(Saved data entries)
◆ ◆ ◆

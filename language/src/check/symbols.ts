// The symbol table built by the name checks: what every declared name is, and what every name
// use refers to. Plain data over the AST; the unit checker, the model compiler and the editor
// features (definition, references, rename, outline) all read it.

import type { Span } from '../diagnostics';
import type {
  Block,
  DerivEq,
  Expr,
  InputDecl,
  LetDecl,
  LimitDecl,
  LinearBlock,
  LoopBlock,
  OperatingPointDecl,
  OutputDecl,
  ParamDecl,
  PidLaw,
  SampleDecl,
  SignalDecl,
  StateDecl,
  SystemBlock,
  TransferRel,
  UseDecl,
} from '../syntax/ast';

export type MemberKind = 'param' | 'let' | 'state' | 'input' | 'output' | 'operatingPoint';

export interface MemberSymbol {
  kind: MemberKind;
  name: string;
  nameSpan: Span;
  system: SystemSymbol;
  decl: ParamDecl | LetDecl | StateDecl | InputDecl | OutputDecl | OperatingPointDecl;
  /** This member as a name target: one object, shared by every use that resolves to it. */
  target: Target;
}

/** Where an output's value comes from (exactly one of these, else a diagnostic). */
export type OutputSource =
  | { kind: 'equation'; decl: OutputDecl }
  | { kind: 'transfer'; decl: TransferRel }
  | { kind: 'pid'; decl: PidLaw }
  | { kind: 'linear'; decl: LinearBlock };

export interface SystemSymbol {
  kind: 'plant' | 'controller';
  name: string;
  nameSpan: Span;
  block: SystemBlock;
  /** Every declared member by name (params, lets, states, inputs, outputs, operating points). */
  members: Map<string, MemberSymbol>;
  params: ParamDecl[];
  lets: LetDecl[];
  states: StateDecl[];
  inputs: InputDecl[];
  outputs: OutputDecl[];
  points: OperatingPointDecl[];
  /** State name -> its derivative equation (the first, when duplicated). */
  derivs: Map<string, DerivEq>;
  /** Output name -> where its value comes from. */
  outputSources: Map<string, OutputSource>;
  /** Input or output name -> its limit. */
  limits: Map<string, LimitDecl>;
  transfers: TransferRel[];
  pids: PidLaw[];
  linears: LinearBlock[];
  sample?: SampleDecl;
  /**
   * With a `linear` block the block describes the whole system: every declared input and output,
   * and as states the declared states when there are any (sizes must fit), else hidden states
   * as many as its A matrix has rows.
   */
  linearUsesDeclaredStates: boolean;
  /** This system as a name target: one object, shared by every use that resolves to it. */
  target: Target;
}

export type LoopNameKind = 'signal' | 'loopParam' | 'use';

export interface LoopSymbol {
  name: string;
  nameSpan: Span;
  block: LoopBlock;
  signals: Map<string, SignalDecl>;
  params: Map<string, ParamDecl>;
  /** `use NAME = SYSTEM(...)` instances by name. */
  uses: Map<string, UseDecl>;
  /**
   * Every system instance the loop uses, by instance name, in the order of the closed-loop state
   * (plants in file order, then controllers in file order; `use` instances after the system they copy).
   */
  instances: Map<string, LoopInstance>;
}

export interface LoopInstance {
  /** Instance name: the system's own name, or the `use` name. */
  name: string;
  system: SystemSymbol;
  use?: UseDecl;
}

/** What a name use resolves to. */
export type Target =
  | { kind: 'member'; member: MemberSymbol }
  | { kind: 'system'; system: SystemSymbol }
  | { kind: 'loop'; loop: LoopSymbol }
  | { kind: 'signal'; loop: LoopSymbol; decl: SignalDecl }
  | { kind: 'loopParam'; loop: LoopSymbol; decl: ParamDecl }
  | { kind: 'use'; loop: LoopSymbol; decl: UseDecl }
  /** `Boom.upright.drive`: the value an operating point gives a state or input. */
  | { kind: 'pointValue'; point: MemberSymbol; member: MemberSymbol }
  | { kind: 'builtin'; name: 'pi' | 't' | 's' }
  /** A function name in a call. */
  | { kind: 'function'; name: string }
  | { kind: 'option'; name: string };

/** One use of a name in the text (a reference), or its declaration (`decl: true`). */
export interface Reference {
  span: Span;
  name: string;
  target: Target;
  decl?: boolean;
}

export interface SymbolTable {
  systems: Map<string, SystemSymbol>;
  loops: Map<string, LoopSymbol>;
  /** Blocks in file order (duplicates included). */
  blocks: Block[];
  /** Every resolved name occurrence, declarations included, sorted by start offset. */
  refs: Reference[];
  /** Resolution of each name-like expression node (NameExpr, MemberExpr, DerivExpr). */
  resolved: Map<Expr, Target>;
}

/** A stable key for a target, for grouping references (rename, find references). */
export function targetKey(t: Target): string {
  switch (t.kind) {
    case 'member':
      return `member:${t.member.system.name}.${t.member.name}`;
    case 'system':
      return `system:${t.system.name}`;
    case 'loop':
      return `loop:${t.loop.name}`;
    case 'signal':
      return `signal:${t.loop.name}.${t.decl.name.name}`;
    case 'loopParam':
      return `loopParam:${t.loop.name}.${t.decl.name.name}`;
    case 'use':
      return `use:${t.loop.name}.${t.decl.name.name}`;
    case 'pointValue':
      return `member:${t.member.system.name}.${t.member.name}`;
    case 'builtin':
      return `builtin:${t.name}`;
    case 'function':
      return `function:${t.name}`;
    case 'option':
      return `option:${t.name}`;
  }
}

◆ ◆ ◆

In the entries above, the lines between the one holding "derivs: Map<string, DerivEq>;" and the one holding "kind: 'loop'; loop: LoopSymbol", inclusive, are to be printed exactly as written, and those alone.

YOUR SOLUTION:
  derivs: Map<string, DerivEq>;
  /** Output name -> where its value comes from. */
  outputSources: Map<string, OutputSource>;
  /** Input or output name -> its limit. */
  limits: Map<string, LimitDecl>;
  transfers: TransferRel[];
  pids: PidLaw[];
  linears: LinearBlock[];
  sample?: SampleDecl;
  /**
   * With a `linear` block the block describes the whole system: every declared input and output,
   * and as states the declared states when there are any (sizes must fit), else hidden states
   * as many as its A matrix has rows.
   */
  linearUsesDeclaredStates: boolean;
  /** This system as a name target: one object, shared by every use that resolves to it. */
  target: Target;
}

export type LoopNameKind = 'signal' | 'loopParam' | 'use';

export interface LoopSymbol {
  name: string;
  nameSpan: Span;
  block: LoopBlock;
  signals: Map<string, SignalDecl>;
  params: Map<string, ParamDecl>;
  /** `use NAME = SYSTEM(...)` instances by name. */
  uses: Map<string, UseDecl>;
  /**
   * Every system instance the loop uses, by instance name, in the order of the closed-loop state
   * (plants in file order, then controllers in file order; `use` instances after the system they copy).
   */
  instances: Map<string, LoopInstance>;
}

export interface LoopInstance {
  /** Instance name: the system's own name, or the `use` name. */
  name: string;
  system: SystemSymbol;
  use?: UseDecl;
}

/** What a name use resolves to. */
export type Target =
  | { kind: 'member'; member: MemberSymbol }
  | { kind: 'system'; system: SystemSymbol }
  | { kind: 'loop'; loop: LoopSymbol }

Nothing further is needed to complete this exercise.